> [Directions]: Scan the records beneath this line for the line holding "path in tesla." and the line holding "func FaradayRotation(f unit.Frequency, n", then transcribe exactly those two and all lines between.

Start of Raw data

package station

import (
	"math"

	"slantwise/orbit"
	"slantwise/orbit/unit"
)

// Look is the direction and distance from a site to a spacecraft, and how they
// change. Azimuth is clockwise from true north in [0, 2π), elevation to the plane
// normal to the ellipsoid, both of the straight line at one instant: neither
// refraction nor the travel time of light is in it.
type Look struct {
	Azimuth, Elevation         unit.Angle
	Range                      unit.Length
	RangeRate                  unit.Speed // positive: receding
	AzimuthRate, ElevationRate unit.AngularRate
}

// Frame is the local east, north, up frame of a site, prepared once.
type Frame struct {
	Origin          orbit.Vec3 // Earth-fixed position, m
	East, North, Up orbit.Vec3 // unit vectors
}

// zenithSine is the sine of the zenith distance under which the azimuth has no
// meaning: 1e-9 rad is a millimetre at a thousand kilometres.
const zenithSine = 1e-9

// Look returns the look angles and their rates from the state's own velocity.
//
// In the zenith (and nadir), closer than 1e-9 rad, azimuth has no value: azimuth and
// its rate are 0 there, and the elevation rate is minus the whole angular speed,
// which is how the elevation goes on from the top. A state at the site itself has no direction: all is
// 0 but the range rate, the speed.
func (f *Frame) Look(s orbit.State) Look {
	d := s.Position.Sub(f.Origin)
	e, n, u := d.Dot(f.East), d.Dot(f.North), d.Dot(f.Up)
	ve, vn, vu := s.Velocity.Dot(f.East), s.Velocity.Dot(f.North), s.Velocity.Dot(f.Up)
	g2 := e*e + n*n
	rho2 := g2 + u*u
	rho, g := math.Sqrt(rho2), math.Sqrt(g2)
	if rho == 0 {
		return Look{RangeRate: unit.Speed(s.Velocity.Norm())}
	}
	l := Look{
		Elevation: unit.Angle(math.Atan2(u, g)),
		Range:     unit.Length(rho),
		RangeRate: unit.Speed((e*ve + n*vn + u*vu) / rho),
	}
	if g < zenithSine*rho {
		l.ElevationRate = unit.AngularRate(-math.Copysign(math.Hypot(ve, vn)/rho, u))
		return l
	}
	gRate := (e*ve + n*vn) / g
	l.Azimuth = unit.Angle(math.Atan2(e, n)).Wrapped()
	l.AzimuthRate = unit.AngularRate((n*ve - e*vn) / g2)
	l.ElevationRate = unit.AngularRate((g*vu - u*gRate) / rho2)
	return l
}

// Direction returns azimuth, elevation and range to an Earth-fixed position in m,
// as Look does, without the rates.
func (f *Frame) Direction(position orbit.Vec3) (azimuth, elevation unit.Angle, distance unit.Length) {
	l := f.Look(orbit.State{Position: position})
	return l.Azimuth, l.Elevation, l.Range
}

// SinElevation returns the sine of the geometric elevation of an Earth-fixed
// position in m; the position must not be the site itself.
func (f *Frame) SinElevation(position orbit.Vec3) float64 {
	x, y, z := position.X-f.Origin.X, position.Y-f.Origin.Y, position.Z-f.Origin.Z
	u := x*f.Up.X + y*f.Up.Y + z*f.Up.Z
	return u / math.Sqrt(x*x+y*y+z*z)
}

End of Raw data
Start of Raw data

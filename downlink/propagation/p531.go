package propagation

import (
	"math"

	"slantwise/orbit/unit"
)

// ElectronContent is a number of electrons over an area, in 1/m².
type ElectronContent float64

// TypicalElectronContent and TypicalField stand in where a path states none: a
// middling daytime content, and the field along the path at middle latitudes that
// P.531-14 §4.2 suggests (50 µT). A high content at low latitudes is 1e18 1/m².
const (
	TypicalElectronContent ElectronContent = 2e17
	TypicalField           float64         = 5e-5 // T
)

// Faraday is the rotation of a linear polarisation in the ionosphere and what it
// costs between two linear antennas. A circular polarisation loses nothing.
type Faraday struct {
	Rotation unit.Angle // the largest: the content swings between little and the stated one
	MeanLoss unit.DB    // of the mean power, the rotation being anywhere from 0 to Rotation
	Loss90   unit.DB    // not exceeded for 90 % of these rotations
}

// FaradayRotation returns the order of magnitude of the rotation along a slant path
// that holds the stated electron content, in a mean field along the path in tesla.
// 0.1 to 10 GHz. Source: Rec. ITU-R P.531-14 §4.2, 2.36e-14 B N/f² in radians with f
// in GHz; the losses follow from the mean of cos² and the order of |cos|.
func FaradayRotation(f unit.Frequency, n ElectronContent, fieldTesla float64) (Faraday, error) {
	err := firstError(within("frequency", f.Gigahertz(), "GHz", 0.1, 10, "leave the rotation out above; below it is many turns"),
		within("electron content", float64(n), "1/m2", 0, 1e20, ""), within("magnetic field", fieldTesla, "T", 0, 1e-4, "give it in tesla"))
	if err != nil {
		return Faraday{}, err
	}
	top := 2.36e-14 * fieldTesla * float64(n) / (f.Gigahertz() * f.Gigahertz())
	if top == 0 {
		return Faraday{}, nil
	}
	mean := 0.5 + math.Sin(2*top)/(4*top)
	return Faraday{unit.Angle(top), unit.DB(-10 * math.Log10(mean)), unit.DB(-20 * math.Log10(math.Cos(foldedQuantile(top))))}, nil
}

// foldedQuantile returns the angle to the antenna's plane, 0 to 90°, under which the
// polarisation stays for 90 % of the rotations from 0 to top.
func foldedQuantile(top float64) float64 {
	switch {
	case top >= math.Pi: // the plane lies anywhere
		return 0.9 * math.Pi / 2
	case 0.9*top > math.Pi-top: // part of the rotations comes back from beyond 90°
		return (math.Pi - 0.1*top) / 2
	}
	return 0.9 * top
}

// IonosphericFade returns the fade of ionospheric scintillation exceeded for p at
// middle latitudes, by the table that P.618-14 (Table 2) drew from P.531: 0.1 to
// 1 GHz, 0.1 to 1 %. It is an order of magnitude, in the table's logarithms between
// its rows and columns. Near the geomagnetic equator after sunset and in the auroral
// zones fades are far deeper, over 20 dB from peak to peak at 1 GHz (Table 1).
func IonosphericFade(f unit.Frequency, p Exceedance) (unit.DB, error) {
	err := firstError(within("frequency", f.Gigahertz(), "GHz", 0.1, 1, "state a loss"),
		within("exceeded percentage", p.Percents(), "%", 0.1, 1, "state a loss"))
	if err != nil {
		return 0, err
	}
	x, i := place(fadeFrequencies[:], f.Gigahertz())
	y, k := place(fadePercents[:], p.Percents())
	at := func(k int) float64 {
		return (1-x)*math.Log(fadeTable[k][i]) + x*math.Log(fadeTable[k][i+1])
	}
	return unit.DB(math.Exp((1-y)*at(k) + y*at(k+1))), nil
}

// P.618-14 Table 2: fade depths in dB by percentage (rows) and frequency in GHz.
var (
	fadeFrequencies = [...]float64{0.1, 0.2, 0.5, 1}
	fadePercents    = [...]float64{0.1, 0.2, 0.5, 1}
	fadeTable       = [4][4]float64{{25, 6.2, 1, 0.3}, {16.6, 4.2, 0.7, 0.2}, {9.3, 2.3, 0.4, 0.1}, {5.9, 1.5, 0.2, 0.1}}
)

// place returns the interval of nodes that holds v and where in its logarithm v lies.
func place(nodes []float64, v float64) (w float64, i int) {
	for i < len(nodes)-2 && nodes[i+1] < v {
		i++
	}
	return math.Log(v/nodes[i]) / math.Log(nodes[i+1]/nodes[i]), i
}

End of Raw data

> [Answer to this problem]:
// that holds the stated electron content, in a mean field along the path in tesla.
// 0.1 to 10 GHz. Source: Rec. ITU-R P.531-14 §4.2, 2.36e-14 B N/f² in radians with f
// in GHz; the losses follow from the mean of cos² and the order of |cos|.
func FaradayRotation(f unit.Frequency, n ElectronContent, fieldTesla float64) (Faraday, error) {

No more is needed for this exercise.